__WHAT THE EXERCISE ASKS__. Reproduce all of the records exactly.

__SOURCE DATA__.
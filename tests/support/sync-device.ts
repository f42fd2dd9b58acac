/**
 * A device in Node for sync tests and the benchmark: it keeps its own copy of each survey, an
 * outbox of changes with a per-device sequence, and merges pulls the way the app's store does
 * (server copy + pending edits replayed with the shared `applyOp`). Its network calls fail like a
 * real phone's: a lost response leaves the outbox untouched, and the next push sends it again.
 */
import { randomUUID } from 'node:crypto';
import { SurveySchema, type Survey } from '@shared/schemas/survey';
import {
  PullResponseSchema,
  PushResponseSchema,
  type Conflict,
  type PushResponse,
  type SurveyChange,
  type SurveyOp,
} from '@shared/schemas/sync';
import { applyOp, changedFields, findEntity, replay } from '@shared/sync/apply';

interface Copy {
  serverDoc: Survey | null;
  serverRevision: number;
  doc: Survey;
}

export class SimDevice {
  readonly deviceId = randomUUID();
  private seq = 0;
  outbox: SurveyChange[] = [];
  rejected: { change: SurveyChange; reason: string }[] = [];
  readonly copies = new Map<string, Copy>();
  readonly conflicts = new Map<string, Conflict>();
  /** Every change this device ever made, by id. */
  readonly made = new Map<string, SurveyChange>();
  cursor = '0';

  constructor(
    public baseUrl: string,
    public token: string,
  ) {}

  private headers() {
    return { authorization: `Bearer ${this.token}`, 'content-type': 'application/json' };
  }

  private queue(surveyId: string, op: SurveyOp, baseRevision: number): SurveyChange {
    const change: SurveyChange = {
      id: randomUUID(),
      deviceId: this.deviceId,
      seq: ++this.seq,
      surveyId,
      baseRevision,
      createdAt: new Date().toISOString(),
      op,
    };
    this.outbox.push(change);
    this.made.set(change.id, change);
    return change;
  }

  doc(surveyId: string): Survey | undefined {
    return this.copies.get(surveyId)?.doc;
  }

  create(survey: Survey): SurveyChange {
    this.copies.set(survey.id, { serverDoc: null, serverRevision: 0, doc: survey });
    return this.queue(survey.id, { kind: 'create', survey }, 0);
  }

  /** Edits the local copy and queues the change, as applyLocalChange does on the phone. */
  edit(surveyId: string, raw: SurveyOp): SurveyChange | null {
    const copy = this.copies.get(surveyId);
    if (!copy) throw new Error('no such survey on this device');
    let op = raw;
    if (op.kind === 'upsert') {
      const before = findEntity(copy.doc, op.collection, op.entity.id);
      const fields = before ? changedFields(before, op.entity) : undefined;
      if (fields && fields.length === 0) return null;
      op = { ...op, fields };
    }
    const next = applyOp(copy.doc, op);
    const check = SurveySchema.safeParse(next);
    if (!check.success) throw new Error(`invalid edit: ${check.error.issues[0]?.message}`);
    copy.doc = next;
    return this.queue(surveyId, op, copy.serverRevision);
  }

  /** Pushes up to `batch` pending changes; throws when the response is lost. */
  async push(batch = 100): Promise<PushResponse | null> {
    const sending = this.outbox.slice(0, batch);
    if (sending.length === 0) return null;
    const res = await fetch(`${this.baseUrl}/api/sync/push`, {
      method: 'POST',
      headers: this.headers(),
      body: JSON.stringify({ changes: sending }),
    });
    if (!res.ok) throw new Error(`push answered ${res.status}: ${await res.text()}`);
    const body = PushResponseSchema.parse(await res.json());
    const done = new Set<string>();
    const refused = new Set<string>();
    for (const r of body.results) {
      done.add(r.changeId);
      if (r.status === 'rejected') {
        const c = sending.find((s) => s.id === r.changeId)!;
        this.rejected.push({ change: c, reason: r.reason ?? '' });
        refused.add(c.surveyId);
      }
    }
    this.outbox = this.outbox.filter((c) => !done.has(c.id));
    for (const c of body.conflicts) this.conflicts.set(c.id, c);
    for (const id of refused) this.rebase(id);
    return body;
  }

  private rebase(surveyId: string) {
    const copy = this.copies.get(surveyId);
    if (!copy) return;
    const doc = replay(copy.serverDoc, this.outbox.filter((c) => c.surveyId === surveyId).map((c) => c.op));
    if (doc) copy.doc = doc;
  }

  async pull(): Promise<void> {
    for (;;) {
      const res = await fetch(`${this.baseUrl}/api/sync/pull?cursor=${encodeURIComponent(this.cursor)}`, { headers: this.headers() });
      if (!res.ok) throw new Error(`pull answered ${res.status}: ${await res.text()}`);
      const body = PullResponseSchema.parse(await res.json());
      for (const s of body.surveys) {
        const copy = this.copies.get(s.id);
        if (copy && copy.serverRevision > s.revision) continue;
        const pending = this.outbox.filter((c) => c.surveyId === s.id).map((c) => c.op);
        this.copies.set(s.id, { serverDoc: s.doc, serverRevision: s.revision, doc: replay(s.doc, pending) ?? s.doc });
      }
      for (const c of body.conflicts) this.conflicts.set(c.id, c);
      this.cursor = body.cursor;
      if (!body.hasMore) return;
    }
  }

  /** Pushes everything and pulls; throws on a lost response (call again). */
  async sync(batch = 100): Promise<void> {
    while (this.outbox.length > 0) await this.push(batch);
    await this.pull();
  }

  /** Syncs until it goes through, up to `tries` times. */
  async syncUntilDone(tries = 50, batch = 100): Promise<void> {
    let lastError: unknown;
    for (let i = 0; i < tries; i++) {
      try {
        await this.sync(batch);
        return;
      } catch (err) {
        lastError = err;
        await new Promise((r) => setTimeout(r, 20));
      }
    }
    throw lastError;
  }
}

__RESPONSE BELOW__.
filename tests/support/sync-device.ts
repository f42fd2dd9b58acac
/**
 * A device in Node for sync tests and the benchmark: it keeps its own copy of each survey, an
 * outbox of changes with a per-device sequence, and merges pulls the way the app's store does
 * (server copy + pending edits replayed with the shared `applyOp`). Its network calls fail like a
 * real phone's: a lost response leaves the outbox untouched, and the next push sends it again.
 */
import { randomUUID } from 'node:crypto';
import { SurveySchema, type Survey } from '@shared/schemas/survey';
import {
  PullResponseSchema,
  PushResponseSchema,
  type Conflict,
  type PushResponse,
  type SurveyChange,
  type SurveyOp,
} from '@shared/schemas/sync';
import { applyOp, changedFields, findEntity, replay } from '@shared/sync/apply';

interface Copy {
  serverDoc: Survey | null;
  serverRevision: number;
  doc: Survey;
}

export class SimDevice {
  readonly deviceId = randomUUID();
  private seq = 0;
  outbox: SurveyChange[] = [];
  rejected: { change: SurveyChange; reason: string }[] = [];
  readonly copies = new Map<string, Copy>();
  readonly conflicts = new Map<string, Conflict>();
  /** Every change this device ever made, by id. */
  readonly made = new Map<string, SurveyChange>();
  cursor = '0';

  constructor(
    public baseUrl: string,
    public token: string,
  ) {}

  private headers() {
    return { authorization: `Bearer ${this.token}`, 'content-type': 'application/json' };
  }

  private queue(surveyId: string, op: SurveyOp, baseRevision: number): SurveyChange {
    const change: SurveyChange = {
      id: randomUUID(),
      deviceId: this.deviceId,
      seq: ++this.seq,
      surveyId,
      baseRevision,
      createdAt: new Date().toISOString(),
      op,
    };
    this.outbox.push(change);
    this.made.set(change.id, change);
    return change;
  }

  doc(surveyId: string): Survey | undefined {
    return this.copies.get(surveyId)?.doc;
  }

  create(survey: Survey): SurveyChange {
    this.copies.set(survey.id, { serverDoc: null, serverRevision: 0, doc: survey });
    return this.queue(survey.id, { kind: 'create', survey }, 0);
  }

  /** Edits the local copy and queues the change, as applyLocalChange does on the phone. */
  edit(surveyId: string, raw: SurveyOp): SurveyChange | null {
    const copy = this.copies.get(surveyId);
    if (!copy) throw new Error('no such survey on this device');
    let op = raw;
    if (op.kind === 'upsert') {
      const before = findEntity(copy.doc, op.collection, op.entity.id);
      const fields = before ? changedFields(before, op.entity) : undefined;
      if (fields && fields.length === 0) return null;
      op = { ...op, fields };
    }
    const next = applyOp(copy.doc, op);
    const check = SurveySchema.safeParse(next);
    if (!check.success) throw new Error(`invalid edit: ${check.error.issues[0]?.message}`);
    copy.doc = next;
    return this.queue(surveyId, op, copy.serverRevision);
  }

  /** Pushes up to `batch` pending changes; throws when the response is lost. */
  async push(batch = 100): Promise<PushResponse | null> {
    const sending = this.outbox.slice(0, batch);
    if (sending.length === 0) return null;
    const res = await fetch(`${this.baseUrl}/api/sync/push`, {
      method: 'POST',
      headers: this.headers(),
      body: JSON.stringify({ changes: sending }),
    });
    if (!res.ok) throw new Error(`push answered ${res.status}: ${await res.text()}`);
    const body = PushResponseSchema.parse(await res.json());
    const done = new Set<string>();
    const refused = new Set<string>();
    for (const r of body.results) {
      done.add(r.changeId);
      if (r.status === 'rejected') {
        const c = sending.find((s) => s.id === r.changeId)!;
        this.rejected.push({ change: c, reason: r.reason ?? '' });
        refused.add(c.surveyId);
      }
    }
    this.outbox = this.outbox.filter((c) => !done.has(c.id));
    for (const c of body.conflicts) this.conflicts.set(c.id, c);
    for (const id of refused) this.rebase(id);
    return body;
  }

  private rebase(surveyId: string) {
    const copy = this.copies.get(surveyId);
    if (!copy) return;
    const doc = replay(copy.serverDoc, this.outbox.filter((c) => c.surveyId === surveyId).map((c) => c.op));
    if (doc) copy.doc = doc;
  }

  async pull(): Promise<void> {
    for (;;) {
      const res = await fetch(`${this.baseUrl}/api/sync/pull?cursor=${encodeURIComponent(this.cursor)}`, { headers: this.headers() });
      if (!res.ok) throw new Error(`pull answered ${res.status}: ${await res.text()}`);
      const body = PullResponseSchema.parse(await res.json());
      for (const s of body.surveys) {
        const copy = this.copies.get(s.id);
        if (copy && copy.serverRevision > s.revision) continue;
        const pending = this.outbox.filter((c) => c.surveyId === s.id).map((c) => c.op);
        this.copies.set(s.id, { serverDoc: s.doc, serverRevision: s.revision, doc: replay(s.doc, pending) ?? s.doc });
      }
      for (const c of body.conflicts) this.conflicts.set(c.id, c);
      this.cursor = body.cursor;
      if (!body.hasMore) return;
    }
  }

  /** Pushes everything and pulls; throws on a lost response (call again). */
  async sync(batch = 100): Promise<void> {
    while (this.outbox.length > 0) await this.push(batch);
    await this.pull();
  }

  /** Syncs until it goes through, up to `tries` times. */
  async syncUntilDone(tries = 50, batch = 100): Promise<void> {
    let lastError: unknown;
    for (let i = 0; i < tries; i++) {
      try {
        await this.sync(batch);
        return;
      } catch (err) {
        lastError = err;
        await new Promise((r) => setTimeout(r, 20));
      }
    }
    throw lastError;
  }
}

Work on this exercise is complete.